[TASK STATEMENT]:
Each line below with the string "there" should be copied.

[Stored data entries]
"""The service as it runs: gunicorn, two workers, the real computation, spoken to over a socket."""

import http.client
import json
import os
import socket
import subprocess
import sys
import time
from collections.abc import Iterator
from contextlib import ExitStack
from dataclasses import dataclass
from importlib.resources import files
from pathlib import Path
from typing import Any

import pytest

from service.commands.main import main
from tests.service.fakes import HEARING_FILES

DEMO = files("service.demo").joinpath("tune.mid").read_bytes()
FERNHOLLOW = "/v1/layouts?movement=fernhollow-31"
TARNLIGHT = "/v1/layouts?movement=tarnlight-17"
MIDI = {"Content-Type": "audio/midi"}
START_WITHIN_S = 60.0
MIB = 1024 * 1024


@dataclass
class Answer:
    """An answer of the service."""

    status: int
    headers: Any
    body: bytes

    @property
    def json(self) -> Any:
        return json.loads(self.body)


@dataclass
class Service:
    """A running service."""

    port: int

    def ask(self, method: str, path: str, body: Any = None, headers: dict[str, str] | None = None) -> Answer:
        connection = http.client.HTTPConnection("127.0.0.1", self.port, timeout=60)
        try:
            connection.request(method, path, body=body, headers=headers or {})
            answer = connection.getresponse()
            return Answer(answer.status, answer.headers, answer.read())
        finally:
            connection.close()


@pytest.fixture(scope="module")
def service(tmp_path_factory: pytest.TempPathFactory) -> Iterator[Service]:
    folder = tmp_path_factory.mktemp("service")
    with socket.socket() as probe:
        probe.bind(("127.0.0.1", 0))
        running = Service(probe.getsockname()[1])
    command = [sys.executable, "-m", "service.commands.main", "serve", "--port", str(running.port)]
    environment = {**os.environ, "DISCWRIGHT_CACHE": str(folder / "layouts"), "PYTHONHASHSEED": "0"}
    with (folder / "log").open("w+") as log:
        process = subprocess.Popen(command, env=environment, stdout=log, stderr=log)
        try:
            wait_until_it_answers(running, process)
            yield running
        finally:
            process.terminate()
            process.wait(timeout=30)
        log.seek(0)
        assert "Traceback" not in log.read()


def wait_until_it_answers(service: Service, process: "subprocess.Popen[bytes]") -> None:
    give_up_at_s = time.monotonic() + START_WITHIN_S
    while True:
        assert process.poll() is None, "the service ended by itself"
        try:
            if service.ask("GET", "/healthz").status == 200:
                return
        except OSError:
            assert time.monotonic() < give_up_at_s, "the service does not answer"
            time.sleep(0.2)


@pytest.fixture(scope="module")
def planned(tmp_path_factory: pytest.TempPathFactory) -> Path:
    """The folder with the files that the command makes of the demo tune."""
    out = tmp_path_factory.mktemp("planned")
    (out / "tune.mid").write_bytes(DEMO)
    command = [sys.executable, "-m", "service.commands.main", "plan", str(out / "tune.mid")]
    environment = {**os.environ, "PYTHONHASHSEED": "4"}
    subprocess.run([*command, "--movement", "fernhollow-31", "--out", str(out / "disc")], check=True, env=environment)
    return out / "disc"


def test_one_request_turns_a_tune_into_the_drawing_the_command_makes(service: Service, planned: Path) -> None:
    answer = service.ask("POST", FERNHOLLOW, DEMO, {**MIDI, "Accept": "image/vnd.dxf"})

    assert answer.status == 200
    assert answer.headers["Content-Type"] == "image/vnd.dxf"
    assert answer.body == (planned / "disc.dxf").read_bytes()
    assert "turning-day-at-wickenbeck_fernhollow-31-r1_cold-rolled-steel-0.5mm" in answer.headers["Content-Disposition"]


def test_every_file_is_what_the_command_makes_whichever_worker_answers(service: Service, planned: Path) -> None:
    told = service.ask("POST", FERNHOLLOW, DEMO, MIDI).json["links"]
    links = {name: path for name, path in told.items() if name not in HEARING_FILES}

    # 2 workers: that 8 requests for one file all went to the same one is all but ruled out
    answers = [(name, service.ask("GET", path)) for name, path in links.items() for _ in range(8)]

    assert len(links) == 8
    assert {answer.status for _, answer in answers} == {200}
    assert all(answer.body == (planned / name).read_bytes() for name, answer in answers)


def test_the_command_reads_the_service_s_drawing_back(
    service: Service, planned: Path, tmp_path: Path, capsys: pytest.CaptureFixture[str]
) -> None:
    drawing = tmp_path / "disc.dxf"
    drawing.write_bytes(service.ask("POST", FERNHOLLOW, DEMO, {**MIDI, "Accept": "image/vnd.dxf"}).body)

    code = main(["check", str(drawing), "--movement", "fernhollow-31", "--json"])

    told = json.loads(capsys.readouterr().out)
    asked = json.loads((planned / "layout.json").read_text())["projections"]
    assert code == 0
    assert len(told["plucks"]) == len(asked) > 0
    by_time = sorted((p["sounds_s"], p["track"]) for p in asked)
    # 1 ms is what a drawing must give back of every pluck
    assert [pluck["sounds_s"] for pluck in told["plucks"]] == pytest.approx([s for s, _ in by_time], abs=1e-3)


def test_a_tune_longer_than_the_turn_has_its_cutting_files_kept_back(service: Service) -> None:
    answer = service.ask("POST", TARNLIGHT, DEMO, {**MIDI, "Accept": "image/vnd.dxf"})

    assert answer.status == 422
    assert answer.json["type"] == "/problems/not-good-to-cut"
    assert "music-too-long" in [finding["code"] for finding in answer.json["findings"]]


def test_with_a_reason_the_drawing_is_given_and_says_what_it_is(service: Service) -> None:
    made = service.ask("POST", f"{TARNLIGHT}&despite_findings=for%20the%20wall", DEMO, MIDI).json

    given = {name: service.ask("GET", path) for name, path in made["links"].items() if name not in HEARING_FILES}

    assert made["good_to_cut"] is False
    assert {answer.status for answer in given.values()} == {200}
    assert b"NOT GOOD TO CUT: for the wall" in given["disc.dxf"].body
    assert b"NOT GOOD TO CUT" in given["disc.svg"].body
    assert 'filename="NOT-GOOD-TO-CUT_' in given["disc.dxf"].headers["Content-Disposition"]


def test_a_passage_in_the_settings_makes_it_good(service: Service) -> None:
    body = b"".join(
        b'--b\r\nContent-Disposition: form-data; name="%s"\r\n\r\n%s\r\n' % part
        for part in ((b"tune", DEMO), (b"settings", b'{"passage": {"to_s": 36}}'))
    )

    headers = {"Content-Type": "multipart/form-data; boundary=b"}
    made = service.ask("POST", TARNLIGHT, body + b"--b--\r\n", headers)

    assert made.status == 201
    assert made.json["good_to_cut"] is True


def test_a_ruling_that_no_tooth_can_keep_is_told(service: Service) -> None:
    settings = b'{"rulings": [{"note": 0, "do": "leave-out"}, {"note": 0, "do": "must-sound"}]}'
    body = b"".join(
        b'--b\r\nContent-Disposition: form-data; name="%s"\r\n\r\n%s\r\n' % part
        for part in ((b"tune", DEMO), (b"settings", settings))
    )

    headers = {"Content-Type": "multipart/form-data; boundary=b"}
    answer = service.ask("POST", FERNHOLLOW, body + b"--b--\r\n", headers)

    assert answer.status == 422
    assert answer.json["type"] == "/problems/rulings-contradict"
    assert answer.json["invalid_params"][0]["pointer"].startswith("/rulings/")


@pytest.mark.parametrize("size_mib", [3, 12])
def test_a_body_far_over_the_limit_gets_its_answer_and_no_reset(service: Service, size_mib: int) -> None:
    answer = service.ask("POST", FERNHOLLOW, bytes(size_mib * MIB), MIDI)

    assert answer.status == 413
    assert answer.json["limit_bytes"] == 2 * MIB


def test_a_chunked_body_over_the_limit_gets_its_answer(service: Service) -> None:
    # http.client sends an iterable in chunks, without Content-Length
    answer = service.ask("POST", FERNHOLLOW, iter([bytes(MIB)] * 3), MIDI)

    assert answer.status == 413
    assert answer.json["type"] == "/problems/upload-too-large"


def test_a_chunked_body_is_taken(service: Service, planned: Path) -> None:
    headers = {**MIDI, "Accept": "image/svg+xml"}

    answer = service.ask("POST", FERNHOLLOW, iter([DEMO[:100], DEMO[100:]]), headers)

    assert answer.status == 200
    assert answer.body == (planned / "disc.svg").read_bytes()


def test_idle_sockets_and_stalled_bodies_of_one_client_hold_nobody_up(service: Service) -> None:
    head = f"POST {FERNHOLLOW} HTTP/1.1\r\nHost: a\r\nContent-Type: audio/midi\r\nContent-Length: 5000\r\n\r\n"
    with ExitStack() as kept:
        for _ in range(40):
            kept.enter_context(socket.create_connection(("127.0.0.1", service.port)))
            stalled = kept.enter_context(socket.create_connection(("127.0.0.1", service.port)))
            stalled.sendall(head.encode() + b"MThd")
        time.sleep(0.3)
        took_s = []
        for _ in range(8):  # 2 processes: that all went to one is all but ruled out
            begun_s = time.monotonic()
            assert service.ask("GET", "/healthz").status == 200
            took_s.append(time.monotonic() - begun_s)

        assert max(took_s) < 1
        stalled.settimeout(20)
        assert stalled.recv(100).startswith(b"HTTP/1.1 408 Request Timeout\r\n")


def test_a_body_for_an_address_where_nothing_is_gets_its_answer(service: Service) -> None:
    assert service.ask("POST", "/v1/nothing", bytes(MIB), MIDI).status == 404
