"""Outlines moved sideways: every straight piece and arc by the same distance, corners kept sharp, arcs kept arcs.

A straight piece keeps its direction, an arc its centre; a corner comes to lie where its two moved pieces meet. Where
two pieces run on smoothly, it moves along their common normal.
"""

from dataclasses import dataclass

import numpy as np
from numpy.typing import NDArray

from layout.mechanics.arrays import FloatArray, frozen_floats

_SMOOTH = 1e-6  # sine of the angle between two pieces that count as one running into the other: 0.2 seconds of arc
_GRAIN_MM = 1e-6  # mm; a nanometre: what is shorter is not there
_STEPS = 8  # Newton's method doubles the good digits with each: from a tenth of a radius to the grain of a double

Complexes = NDArray[np.complex128]


def moved_outlines(
    points_mm: FloatArray, bulges: FloatArray, outwards_mm: float
) -> tuple[FloatArray, FloatArray] | None:
    """Closed outlines of one make, moved outwards, or inwards where the distance is negative.

    Args:
        points_mm: Shape (n, k, 2). Vertices of each of n outlines that differ only in place and turn; n at least 1.
        bulges: Shape (k,). DXF bulge of the piece that starts at each vertex.
        outwards_mm: How far.

    Returns:
        Points and bulges, shaped as given; None where a piece would vanish or turn over, so that nothing that
        is like the outline remains.
    """
    start = points_mm[..., 0] + 1j * points_mm[..., 1]
    end = np.roll(start, -1, axis=1)
    left_mm = -outwards_mm if _runs_anticlockwise(start[0], bulges) else outwards_mm
    centre, radius_mm = _circles(start, end, bulges)
    if (radius_mm - np.sign(bulges) * left_mm)[..., bulges != 0].min(initial=np.inf) <= _GRAIN_MM:
        return None
    moved = _corners(start, end, bulges, left_mm)
    moved_end = np.roll(moved, -1, axis=1)
    along_mm = ((moved_end - moved) * np.conj(end - start) / np.abs(end - start)).real[:, bulges == 0]
    with np.errstate(divide="ignore", invalid="ignore"):
        grown_rad = np.angle((moved_end - centre) / (end - centre)) - np.angle((moved - centre) / (start - centre))
    angle_rad = 4 * np.arctan(bulges) + np.where(bulges == 0, 0.0, grown_rad[0])
    if along_mm.min(initial=np.inf) <= _GRAIN_MM or (angle_rad * np.sign(bulges))[bulges != 0].min(initial=np.inf) <= 0:
        return None
    points = np.stack([moved.real, moved.imag], axis=-1)
    return frozen_floats(points), frozen_floats(np.where(bulges == 0, 0.0, np.tan(angle_rad / 4)))


def _runs_anticlockwise(points: Complexes, bulges: FloatArray) -> bool:
    """Twice the area: of the polygon, and of the segment between each arc and its chord (elementary geometry)."""
    ends = np.roll(points, -1)
    angle_rad = 4 * np.arctan(bulges)
    _, radius_mm = _circles(points, ends, bulges)
    segments = np.where(bulges == 0, 0.0, radius_mm**2 * (angle_rad - np.sin(angle_rad)))
    return bool((np.conj(points) * ends).imag.sum() + segments.sum() > 0)


def _circles(start: Complexes, end: Complexes, bulges: FloatArray) -> tuple[Complexes, FloatArray]:
    """Centre and radius of each arc; a straight piece has a centre of 0 and a radius of 0.

    DXF reference: bulge b = tan(θ/4). The centre lies (1 − b²)/(4b) chords left of the chord's middle, and
    the radius is chord·(1 + b²)/(4·|b|).
    """
    arcs = bulges != 0
    safe = np.where(arcs, bulges, 1.0)
    centre = (start + end) / 2 + 1j * (end - start) * (1 - safe**2) / (4 * safe)
    radius_mm = np.abs(end - start) * (1 + safe**2) / (4 * np.abs(safe))
    return np.where(arcs, centre, 0.0), np.where(arcs, radius_mm, 0.0)


def _corners(start: Complexes, end: Complexes, bulges: FloatArray, left_mm: float) -> Complexes:
    """Where the moved pieces before and after each vertex meet: the place left_mm to the left of both."""
    centre, radius_mm = _circles(start, end, bulges)
    chord = (end - start) / np.abs(end - start)
    # The tangent at an arc's start is turned from its chord by half its angle, 2·atan(b), at its end the other way.
    half_turn = np.exp(2j * np.arctan(bulges))
    after = 1j * chord / half_turn
    before = np.roll(1j * chord * half_turn, 1, axis=1)
    smooth = np.abs((np.conj(before) * after).imag) < _SMOOTH
    there = _Pieces(start=start, centre=centre, radius_mm=radius_mm, bulge_ratio=bulges, normal=after)
    here = there.rolled(before)
    place = start + left_mm * after
    for _ in range(_STEPS):
        one_mm, one_normal = here.leftness_mm(place, left_mm)
        other_mm, other_normal = there.leftness_mm(place, left_mm)
        across = (np.conj(one_normal) * other_normal).imag
        across = np.where(smooth | (across == 0), np.inf, across)
        # The step s with s·n₁ = −e₁ and s·n₂ = −e₂, by Cramer's rule in the plane; none where all runs on smoothly.
        place = place + 1j * (one_mm * other_normal - other_mm * one_normal) / across
    return place


@dataclass(frozen=True, slots=True, kw_only=True, eq=False)
class _Pieces:
    """The pieces before, or after, each vertex; normals point to the left at the vertex."""

    start: Complexes
    centre: Complexes
    radius_mm: FloatArray
    bulge_ratio: FloatArray
    normal: Complexes

    def rolled(self, normal: Complexes) -> "_Pieces":
        """The pieces before each vertex, from those after it."""
        return _Pieces(
            start=np.roll(self.start, 1, axis=1),
            centre=np.roll(self.centre, 1, axis=1),
            radius_mm=np.roll(self.radius_mm, 1, axis=1),
            bulge_ratio=np.roll(self.bulge_ratio, 1),
            normal=normal,
        )

    def leftness_mm(self, place: Complexes, left_mm: float) -> tuple[FloatArray, Complexes]:
        """How much farther left of each piece a place lies than wanted, and which way that grows."""
        straight_mm = ((place - self.start) * np.conj(self.normal)).real
        out = place - self.centre
        away_mm = np.maximum(np.abs(out), np.finfo(np.float64).tiny)
        turn = np.sign(self.bulge_ratio)  # the left of an anticlockwise arc is its inside
        round_mm = turn * (self.radius_mm - away_mm)
        straight = self.bulge_ratio == 0
        gone_mm = np.where(straight, straight_mm, round_mm) - left_mm
        return gone_mm, np.where(straight, self.normal, -turn * out / away_mm)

[TASK OUTPUT]:
_GRAIN_MM = 1e-6  # mm; a nanometre: what is shorter is not there
    there = _Pieces(start=start, centre=centre, radius_mm=radius_mm, bulge_ratio=bulges, normal=after)
    here = there.rolled(before)
        other_mm, other_normal = there.leftness_mm(place, left_mm)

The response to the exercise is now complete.